Deshalb gebe es Selbsthilfe. Selbsthilfe sei lebendig, sie entwickle sich stetig weiter und bringe immer wieder neue Erfolge. Außerdem, betont Ute Köller, gingen die Themen nie aus, es geben kein richtig oder falsch, und man könne immer eine Gruppe bilden, wenn Bedarf bestehe. Das Selbsthilfezentrum München würde Gründungen "engmaschig unterstützen und betreuen". Ihr wichtigster Rat, den sie Neugründungen immer mitgibt: "Man darf auch Leute ablehnen." Bei Selbsthilfe solle es darum gehen, dass "Menschen mit Ecken und Kanten" zusammenarbeiten, gemeinsam Wege finden. Nicht jeder sei dafür gemacht, sind sich die Vertreter der jeweiligen Gruppen, die ins Landratsamt gekommen sind, einig. Es gelte auch Grenzen zu setzen, um eine erfolgreiche Gruppe zu haben.
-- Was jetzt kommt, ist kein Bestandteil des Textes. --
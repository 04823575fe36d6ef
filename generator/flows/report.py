"""The design-review report: out/<name>/report/ (PNG plots, report.md and the JSON behind them).

Several commands write into report/: `qamsmith analyze` (analysis.json, widths.json, the plots),
`qamsmith widths` (widths.json), `qamsmith cost` (hardware.json, hardware.md) and any later command
with a section in `SECTIONS`. None of them removes what another wrote, and report.md is assembled
again from every JSON present (`rebuild_report`) each time one of them writes, so it never lags
behind its data.

matplotlib is imported only here and only when a plot is drawn (Agg backend, no display). A plot
drawn from a JSON file carries that file's hash in its PNG text, so a rebuild redraws it only when
the data changed (and needs no matplotlib otherwise). `analyze` builds the whole directory beside
its target and renames it into place; the other commands replace single files, each atomically.
"""

from __future__ import annotations

import hashlib
import importlib.util
import json
import tempfile
from dataclasses import dataclass
from pathlib import Path
from typing import Any, Callable, Iterable

import numpy as np

from ..artifacts import REPORT_DIR, probe_directory, replace_directory, write_file
from ..errors import SpecError
from ..model import Design, demap, derive, hard_decisions
from ..numbers import label_bits
from ..spec import DesignSpec
from ..version import __version__
from . import analysis as an

#: received-cloud plot: symbols drawn
CLOUD_SYMBOLS = 4000
#: the cloud plot widens its view to the input full scale when that is at most this many times the cloud's reach
CLOUD_FULL_SCALE_REACH = 1.5
PLOTS = ("constellation.png", "cloud.png", "llr_transfer.png", "ber.png", "gmi.png", "loss_vs_width.png", "modes.png")
#: PNG text key naming the JSON (and its hash) a plot was drawn from
SOURCE_KEY = "Source"


def _pyplot():
    """matplotlib.pyplot with the Agg backend (imported lazily: matplotlib is the optional 'report' extra)."""
    try:
        import matplotlib
    except ImportError:
        raise SpecError("report", "matplotlib", "matplotlib installed (pip install 'qamsmith[report]')") from None
    matplotlib.use("Agg", force=True)
    import matplotlib.pyplot as plt

    plt.rcParams.update({"figure.dpi": 100, "savefig.dpi": 110, "font.size": 9, "axes.grid": True,
                         "grid.alpha": 0.3, "svg.hashsalt": "qamsmith"})
    return plt


def _have_matplotlib() -> bool:
    return importlib.util.find_spec("matplotlib") is not None


def _save(fig: Any, path: Path, source: str | None = None) -> None:
    # no Software/date metadata: same spec, same bytes; `source` names the data the plot was drawn from
    metadata: dict[str, str | None] = {"Software": None}
    if source is not None:
        metadata[SOURCE_KEY] = source
    fig.savefig(path, metadata=metadata, bbox_inches="tight")
    fig.clf()


def _png_text(data: bytes) -> dict[str, str]:
    """The tEXt entries of a PNG file's bytes (empty when it is not a PNG)."""
    out: dict[str, str] = {}
    if data[:8] != b"\x89PNG\r\n\x1a\n":
        return out
    pos = 8
    while pos + 8 <= len(data):
        length = int.from_bytes(data[pos:pos + 4], "big")
        kind = data[pos + 4:pos + 8]
        if kind == b"IEND":
            break
        if kind == b"tEXt":
            key, _, value = data[pos + 8:pos + 8 + length].partition(b"\0")
            out[key.decode("latin-1")] = value.decode("latin-1")
        pos += 12 + length
    return out


def _linear_threshold(half_widths: Iterable[float | None], default: float) -> float:
    """The linear range of a symlog axis: the power of ten at or below the median 95 % half-width (the
    Monte-Carlo resolution), so differences the simulation cannot resolve are drawn on a linear scale."""
    h = [float(v) for v in half_widths if v is not None and np.isfinite(v) and v > 0]
    if not h:
        return default
    return float(10.0 ** np.clip(np.floor(np.log10(np.median(h))), -6, -1))


def _values(points: list[dict[str, Any]], key: str) -> np.ndarray:
    return np.array([np.nan if p.get(key) is None else p[key] for p in points], dtype=float)


# --------------------------------------------------------------------------- plots of the design (analyze only)


def _largest_mode(design: Design, n: int) -> np.ndarray | None:
    """An adaptive core's mode codes of n symbols in its largest mode (the mode the single-mode plots show)."""
    return np.full(n, len(design.modes) - 1, dtype=np.int64) if design.modes else None


def plot_constellation(plt: Any, design: Design) -> Any:
    """The fixed-point mapper's output codes with their labels (binary, b0 first)."""
    const = design.constellation
    k = const.bits
    fig, ax = plt.subplots(figsize=(6.4, 6.4) if const.order <= 64 else (9, 9))
    pi, pq = design.point_i, design.point_q
    ax.scatter(pi, pq, s=12 if const.order <= 256 else 3, color="C0", zorder=3)
    if const.order <= 256:
        size = {2: 10, 4: 10, 16: 9, 64: 7, 256: 4.5}.get(const.order, 4)
        for lab in range(const.order):
            ax.annotate(format(lab, f"0{k}b"), (pi[lab], pq[lab]), textcoords="offset points", xytext=(0, 4),
                        ha="center", fontsize=size, family="monospace")
    fmt = design.mapper_format
    ax.set_title(f"{design.spec.name}: mapper output codes ({const.order}-point {const.labeling}, "
                 f"{design.spec.mapper.width}-bit {fmt})" + ("" if const.order <= 256 else ", labels omitted"))
    ax.set_xlabel("I code")
    ax.set_ylabel("Q code")
    ax.set_aspect("equal")
    lim = max(np.max(np.abs(pi)), np.max(np.abs(pq)), 1) * 1.15
    ax.set_xlim(-lim, lim)
    ax.set_ylim(-lim, lim)
    return fig


def plot_cloud(plt: Any, design: Design, esn0_db: float, seed: int) -> Any:
    """A received cloud at one Es/N0 in demapper input codes: symbols whose nearest point is not the one
    sent in red, the decision boundaries, and the input full scale when it is near the cloud."""
    chain = an.Chain(design)
    _, kept = chain.run(esn0_db, CLOUD_SYMBOLS, seed, floats=False, keep=CLOUD_SYMBOLS)
    f = design.spec.demapper.input_fraction
    const = design.constellation
    wrong = np.any(hard_decisions(design, kept["i"], kept["q"], _largest_mode(design, kept["i"].size)) != label_bits(kept["labels"], const.bits), axis=1)
    n, n_wrong = int(wrong.size), int(np.count_nonzero(wrong))
    fig, ax = plt.subplots(figsize=(6.4, 7.0), constrained_layout=True)
    ax.scatter(kept["i"][~wrong], kept["q"][~wrong], s=2, color="C0", alpha=0.6, zorder=2, linewidths=0,
               label=f"nearest point is the one sent ({n - n_wrong})")
    ax.scatter(kept["i"][wrong], kept["q"][wrong], s=3, color="C3", alpha=0.9, zorder=3, linewidths=0,
               label=f"symbol error ({n_wrong}, {100.0 * n_wrong / max(n, 1):.1f} %)")
    if const.axes is not None:
        for comp, axis in enumerate(const.axes):
            L = axis.levels
            for m in range(1, L):
                edge = (2 * m - L) << f          # midway between levels m-1 and m, in input codes
                if comp == 0:
                    ax.axvline(edge, color="k", lw=0.6, zorder=4)
                else:
                    ax.axhline(edge, color="k", lw=0.6, zorder=4)
    ifmt = design.input_format
    lo, hi = ifmt.min_code, ifmt.max_code
    reach = max(np.max(np.abs(kept["i"])), np.max(np.abs(kept["q"])), 1) * 1.1
    lim = min(max(reach, (max(np.max(np.abs(const.points.real)), 1) + 1) * 2 ** f), hi * 1.1)
    scale_note = ""
    if hi <= CLOUD_FULL_SCALE_REACH * lim:       # the full scale is near the cloud: widen the view to show it
        lim = max(lim, hi * 1.06)
        ax.plot([lo, hi, hi, lo, lo], [lo, lo, hi, hi, lo], color="C1", lw=1.2, zorder=5,
                label=f"input full scale ({lo} to {hi})")
    else:
        scale_note = f"; input full scale {lo} to {hi}, outside this view"
    ax.set_xlim(-lim, lim)
    ax.set_ylim(-lim, lim)
    ax.set_aspect("equal")
    ax.set_title(f"received cloud at Es/N0 = {esn0_db:.2f} dB ({n} symbols), demapper input codes\n"
                 + ("black lines: hard-decision boundaries" if const.axes is not None
                    else "2-D search: boundaries not drawn") + scale_note)
    ax.set_xlabel("I input code")
    ax.set_ylabel("Q input code")
    fig.legend(loc="outside lower center", ncol=3, fontsize=8, markerscale=4, frameon=False)
    return fig


def llr_transfer(design: Design, scale_code: int | None = None) -> tuple[np.ndarray, np.ndarray, list[int]]:
    """LLR codes of every I input code with Q = 0: (i codes, llr (N, k), the label bits that depend on I)."""
    ifmt = design.input_format
    i = np.arange(ifmt.min_code, ifmt.max_code + 1, dtype=np.int64)
    step = max(1, i.size // 4096)
    i = i[::step]
    q = np.zeros_like(i)
    scale = None
    if design.scale_format is not None:
        if scale_code is None:
            scale_code = min(1 << design.spec.demapper.scale_fraction, design.scale_format.max_code)
        scale = np.full(i.shape, scale_code)
    llr = demap(design, i, q, scale, _largest_mode(design, i.size))
    const = design.constellation
    cols = list(const.axes[0].label_bits) if const.axes is not None else list(range(const.bits))
    return i, llr, cols


def plot_llr_transfer(plt: Any, design: Design, esn0_db: float) -> Any:
    """LLR code of each I bit against the I input code (Q input 0), the hardware's transfer curves."""
    code = an.Chain(design).reliability(10.0 ** (-esn0_db / 10.0))
    i, llr, cols = llr_transfer(design, code)
    fig, ax = plt.subplots(figsize=(7.5, 4.8))
    for c in cols:
        ax.step(i, llr[:, c], where="mid", lw=1.0, label=f"b{c}")
    lfmt = design.llr_format
    ax.axhline(lfmt.max_code, color="0.5", ls=":", lw=0.8)
    ax.axhline(-lfmt.max_code, color="0.5", ls=":", lw=0.8)
    f = design.spec.demapper.input_fraction
    const = design.constellation
    if const.axes is not None:
        for a in const.axes[0].amplitudes:
            ax.axvline(int(a) << f, color="0.8", lw=0.6, zorder=0)
    alg = design.spec.demapper.algorithm
    ax.set_title(f"LLR transfer per I bit ({alg}, {design.spec.demapper.llr_width}-bit {lfmt} LLR, "
                 f"input {design.input_format}); grey: levels, dotted: saturation"
                 + ("" if code is None else f"\nreliability code {code} (1/N0 at Es/N0 {esn0_db:.2f} dB)"))
    ax.set_xlabel("I input code (Q input = 0)")
    ax.set_ylabel("hard bit" if alg == "hard" else "LLR code (positive: bit 0)")
    ax.legend(fontsize=8, ncol=min(len(cols), 6))
    return fig


# --------------------------------------------------------------------------- plots of a JSON (redrawn by rebuild_report)


def plot_ber(plt: Any, doc: dict[str, Any]) -> Any:
    """BER of the fixed point (95 % intervals) against theory and the float nearest-point decision."""
    pts = doc["points"]
    x = np.array([p["esn0_db"] for p in pts])
    fig, ax = plt.subplots(figsize=(7.5, 4.8))
    fine = np.linspace(x.min(), x.max(), 200)
    square = doc["order"] == 2 or (doc["order"].bit_length() - 1) % 2 == 0
    theory = [(p["esn0_db"], p["ber_theory"]) for p in pts if p.get("ber_theory")]
    if doc["theory"].startswith("K. Cho") and square:
        ax.semilogy(fine, an.ber_gray_qam(doc["order"], fine), color="k", lw=1.0, label="theory (Cho and Yoon 2002)")
    elif theory:                # rectangles and crosses: the closed form at the simulated points (analysis.json)
        ax.semilogy(*zip(*theory), color="k", lw=1.0, label=f"theory ({doc['theory'].split(',')[0]})")
    ber = np.array([p["ber_fixed"] if p["ber_fixed"] else np.nan for p in pts], dtype=float)
    lo = np.array([max(p["ber_fixed_ci95"][0], 1e-300) if p["ber_fixed_ci95"] and p["ber_fixed"] else np.nan
                   for p in pts], dtype=float)
    hi = np.array([p["ber_fixed_ci95"][1] if p["ber_fixed_ci95"] and p["ber_fixed"] else np.nan for p in pts],
                  dtype=float)
    ax.errorbar(x, ber, yerr=[ber - lo, hi - ber], fmt="o", ms=4, color="C0", capsize=2,
                label="fixed point (Monte-Carlo, 95 %)")
    up = [(p["esn0_db"], p["ber_fixed_upper95"]) for p in pts if p["ber_fixed_upper95"]]
    if up:
        ax.plot(*zip(*up), "v", color="C0", mfc="none", label="no errors: 95 % upper bound")
    ml = np.array([p["ber_maxlog"] if p["ber_maxlog"] else np.nan for p in pts], dtype=float)
    ax.semilogy(x, ml, "x", color="C2", label="float nearest point (Monte-Carlo)")
    ax.axvline(doc["operating_point_esn0_db"], color="C3", ls="--", lw=0.8, label="operating point")
    ax.set_xlabel("Es/N0 (dB)")
    ax.set_ylabel("bit error rate (hard decisions)")
    ax.set_title(f"{doc['design']}: BER, {doc['symbols']} symbols per point")
    ax.legend(fontsize=8)
    return fig
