"""Hardware figures per order, measured with Yosys and nextpnr-ice40 (a script, not collected by pytest).

    python tests/benchmarks/bench_hardware.py                  # the table, QPSK .. 4096-QAM, seed 1
    python tests/benchmarks/bench_hardware.py --orders 4,16,256 --seeds 1,2,3
    python tests/benchmarks/bench_hardware.py --calibrate      # re-measure the primitives of ir.timing

Per order, at default widths with the latency the generator picks: the demapper's iCE40 LUTs,
FFs, latency and II, the demapper's and mapper's Fmax, and the Fmax of a bare registered adder
of the demapper's widest adder word, with the ratios; the brute-force reference's LUTs at 256
points. With several seeds every Fmax is the median over them, the spread printed beside it.
"""

from __future__ import annotations

import argparse
import datetime
import statistics
import sys
import tempfile
import time
from pathlib import Path

from qamsmith.flows import cost, tools
from qamsmith.hdl import verilog
from qamsmith.ir.references import adder_module
from qamsmith.spec import DesignSpec


def _median(results: list[dict], get) -> tuple[float, float, float]:
    values = [get(r) for r in results]
    return statistics.median(values), min(values), max(values)


def bench(orders: list[int], seeds: list[int]) -> int:
    t = tools.find_tools()
    print(f"# {datetime.date.today()} {t.versions['yosys']}; {t.versions.get('nextpnr-ice40')}; "
          f"part {tools.PART['device']} {tools.PART['package']}, seeds {','.join(map(str, seeds))} "
          f"(Fmax: median [min, max])")
    print("| M | log2 M | demapper iCE40 LUTs | LUTs / log2 M | FFs | latency | II | demapper Fmax | mapper LUTs | "
          "mapper Fmax | adder (bits) Fmax | demapper / adder | mapper / adder | brute LUTs | maxlog / brute | s |")
    print("|---" * 16 + "|")
    with tempfile.TemporaryDirectory() as tmp:
        for order in orders:
            t0 = time.monotonic()
            spec = DesignSpec(name=f"bench-{order}").with_settings({"constellation.order": order})
            dd = cost.build_source(spec, Path(tmp))
            # the brute-force reference only where its target is defined (256 points) and cheap enough
            runs = [cost.estimate(dd, flows=("ice40",), seed=seed, tools=t,
                                  references=("adder", "bruteforce") if order == 256 and seed == seeds[0]
                                  else ("adder",)) for seed in seeds]
            res = runs[0]
            dm, mp = res["modules"]["demapper"], res["modules"]["mapper"]
            ad = res["references"]["adder"]
            k = order.bit_length() - 1
            br = res["references"].get("bruteforce_demapper", {})
            brute = br.get("flows", {}).get("ice40", {}).get("luts")
            ratio = br.get("maxlog_lut_ratio", {}).get("ice40")
            luts = dm["flows"]["ice40"]["luts"]
            fd = _median(runs, lambda r: r["modules"]["demapper"]["fmax_mhz"])
            fm = _median(runs, lambda r: r["modules"]["mapper"]["fmax_mhz"])
            fa = _median(runs, lambda r: r["references"]["adder"]["fmax_mhz"])
            rd = _median(runs, lambda r: r["modules"]["demapper"]["fmax_mhz"] / r["references"]["adder"]["fmax_mhz"])
            rm = _median(runs, lambda r: r["modules"]["mapper"]["fmax_mhz"] / r["references"]["adder"]["fmax_mhz"])

            def f(x: tuple[float, float, float], fmt: str = ".1f") -> str:
                return f"{x[0]:{fmt}}" + (f" [{x[1]:{fmt}}, {x[2]:{fmt}}]" if len(seeds) > 1 else "")

            print(f"| {order} | {k} | {luts} | {luts / k:.0f} | {dm['flows']['ice40']['ffs']} | {dm['latency_cycles']} | "
                  f"{dm['initiation_interval']} | {f(fd)} | {mp['flows']['ice40']['luts']} | {f(fm)} | "
                  f"{f(fa)} ({ad['width']}) | {f(rd, '.2f')} | {f(rm, '.2f')} | "
                  f"{brute if brute is not None else '-'} | {f'{ratio:.3f}' if ratio is not None else '-'} | "
                  f"{time.monotonic() - t0:.0f} |", flush=True)
    return 0


def calibrate(seed: int) -> int:
    """Registered adders, LUT4 chains and LUT multipliers: the primitives of ir.timing.CALIBRATION."""
    t = tools.find_tools()
    print(f"# {datetime.date.today()} {t.versions['yosys']}; {t.versions.get('nextpnr-ice40')}")
    with tempfile.TemporaryDirectory() as tmp:
        work = Path(tmp)

        def run(name: str, text: str, ports: list[dict]) -> float:
            path = work / f"{name}.v"
            path.write_text(text)
            wname = f"{name}_wrap"
            wfile = work / f"{wname}.v"
            wfile.write_text(cost.render("cost/timing_wrapper.v.j2", **cost.wrapper_context(wname, name, ports)))
            return tools.place_route(t, [path], wname, wfile, cwd=work, work=work, seed=seed)["fmax_mhz"]

        for w in (4, 8, 12, 16, 24, 32):
            m = adder_module(f"add{w}", w)
            ports = [{"name": p.name, "dir": p.direction, "width": p.width} for p in m.ports]
            f = run(m.name, verilog.module_text(m), ports)
            print(f"adder {w} bits: {f:.2f} MHz, {1000 / f:.3f} ns")
        for n in (1, 2, 4, 6):
            body = "\n".join(f"  wire [15:0] l{j + 1} = {{l{j}[14:0], l{j}[15]}} ^ (l{j} & {{l{j}[13:0], l{j}[15:14]}})"
                             f" ^ {{l{j}[12:0], l{j}[15:13]}};" for j in range(n))
            f = run(f"lut{n}", f"module lut{n}(input wire aclk, input wire [15:0] a, output wire [15:0] s);\n"
                    f" reg [15:0] ar = 0, sr = 0; wire [15:0] l0 = ar;\n{body}\n"
                    f" always @(posedge aclk) begin ar <= a; sr <= l{n}; end\n assign s = sr;\nendmodule\n",
                    [{"name": "aclk", "dir": "input", "width": 1}, {"name": "a", "dir": "input", "width": 16},
                     {"name": "s", "dir": "output", "width": 16}])
            print(f"LUT4 chain {n} levels: {f:.2f} MHz, {1000 / f:.3f} ns")
        for a, b in ((3, 12), (4, 14), (5, 16), (7, 18), (8, 20)):
            f = run(f"mul{a}x{b}", f"module mul{a}x{b}(input wire aclk, input wire [{a - 1}:0] x, input wire [{b - 1}:0] y,"
                    f" output wire [{a + b - 1}:0] p);\n reg signed [{a - 1}:0] xr = 0; reg signed [{b - 1}:0] yr = 0;"
                    f" reg signed [{a + b - 1}:0] pr = 0;\n always @(posedge aclk) begin xr <= x; yr <= y; pr <= xr * yr; end\n"
                    f" assign p = pr;\nendmodule\n",
                    [{"name": "aclk", "dir": "input", "width": 1}, {"name": "x", "dir": "input", "width": a},
                     {"name": "y", "dir": "input", "width": b}, {"name": "p", "dir": "output", "width": a + b}])
            print(f"multiply {a}x{b}: {f:.2f} MHz, {1000 / f:.3f} ns")
    return 0


def main() -> int:
    ap = argparse.ArgumentParser(description=__doc__.splitlines()[0])
    ap.add_argument("--orders", default="4,16,64,256,1024,4096")
    ap.add_argument("--seeds", default=str(tools.SEED), help="nextpnr seeds, comma-separated (median reported)")
    ap.add_argument("--calibrate", action="store_true")
    args = ap.parse_args()
    seeds = [int(s) for s in args.seeds.split(",")]
    if args.calibrate:
        return calibrate(seeds[0])
    return bench([int(o) for o in args.orders.split(",")], seeds)


if __name__ == "__main__":
    sys.exit(main())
Und wo liegt die Zukunft der Selbsthilfe? Themen wird es wohl immer geben. Juri Chervinski hofft, dass Stigma rund um Selbsthilfegruppen in den jüngeren Generationen weniger eine Rolle spielen wird. Er beobachte ein "anderes Selbst- und Menschenverständnis" und den zunehmenden Drang, "Dinge in die Hand zu nehmen, weil sich andere nicht kümmern". Das Zentrum für Selbsthilfe erhebe auch Feldforschung zu diesen Themen und gibt soziologische Studien in Auftrag. Ute Köller bestätigt: "Junge Selbsthilfe nimmt Fahrt auf". Vor allem an Universitäten würden Studierende Initiative ergreifen, in München gibt es beispielsweise die Gruppe Support Groups for Change - eine Online-Selbsthilfegruppe, die sich aus der allgemeinen Vereinsamung Studierender in der Coronazeit gebildet habe. Und es gebe viele Angebote, die Juri Chervinski unter Selbsthilfe einordnen würde, sich selbst aber nicht so definieren.

"So viele Gespräche laufen, bevor man wirklich erfährt, was passiert." Das betont Juri Chervinski immer wieder, deshalb liebt er seine Arbeit. Es bleibe immer spannend. Der Drang, anderen zu helfen, steckt wohl auch in ihm.